Pixie: A sweet Clojure-ish language - coding4all
http://blog.goodstuff.im/pixie
======
616c
I like the side-note.

> As a side note, expressing configurations in Clojure S-expressions makes a
> ton of sense. Clojure S-expressions provide a superset of JSON and Clojure's
> eval allows you to define a function to compute certain values. It's an
> escape hatch so that you're configuration files don't need to become
> accidentally Turing complete. The Turing complete nature of your
> configuration files is well defined as Clojure.

I had posted a while back wondering why more formats do not just derive from
sexp or SXML (yes, say that out loud in the office).

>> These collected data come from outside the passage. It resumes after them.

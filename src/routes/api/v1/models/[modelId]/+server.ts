import { answer, endpoint, noContent } from '$lib/server/api/endpoint';
import { apiCalls } from '$lib/server/api/table';
import { changeModel } from '$lib/server/models/change-model';
import { deleteModel } from '$lib/server/models/delete-model';

export const PUT = endpoint(apiCalls.changeModel, async ({ actor, params, body }) =>
	answer(await changeModel(actor, params.modelId, body))
);

export const DELETE = endpoint(apiCalls.deleteModel, async ({ actor, params }) => {
	await deleteModel(actor, params.modelId);
	return noContent();
});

As I think some Lispers
(I am even below beginner) cannot help but notice that if sexpr are
coincidentally (I am sure it can be done without, but still, I am not sure if
McCarthy and company just started with sexp or choose it specifically and held
their ground beyond it was their choice) core to the lisp's homoiconic power-
features, why more people do not just want sexp as the core data definiton,
keep the data and program as close as possible, and just macro the data back,
tossing back and forth between code and data as the division is limited.

Anyway, I like that far more intelligent people than me not only like this
idea, but are encouraging it and pushing it forward.

(Yes, flame away. I know some people love Lisp and hate, I just thought it is
an interesting premise; I am ready for you to throw shoes at me, HN.)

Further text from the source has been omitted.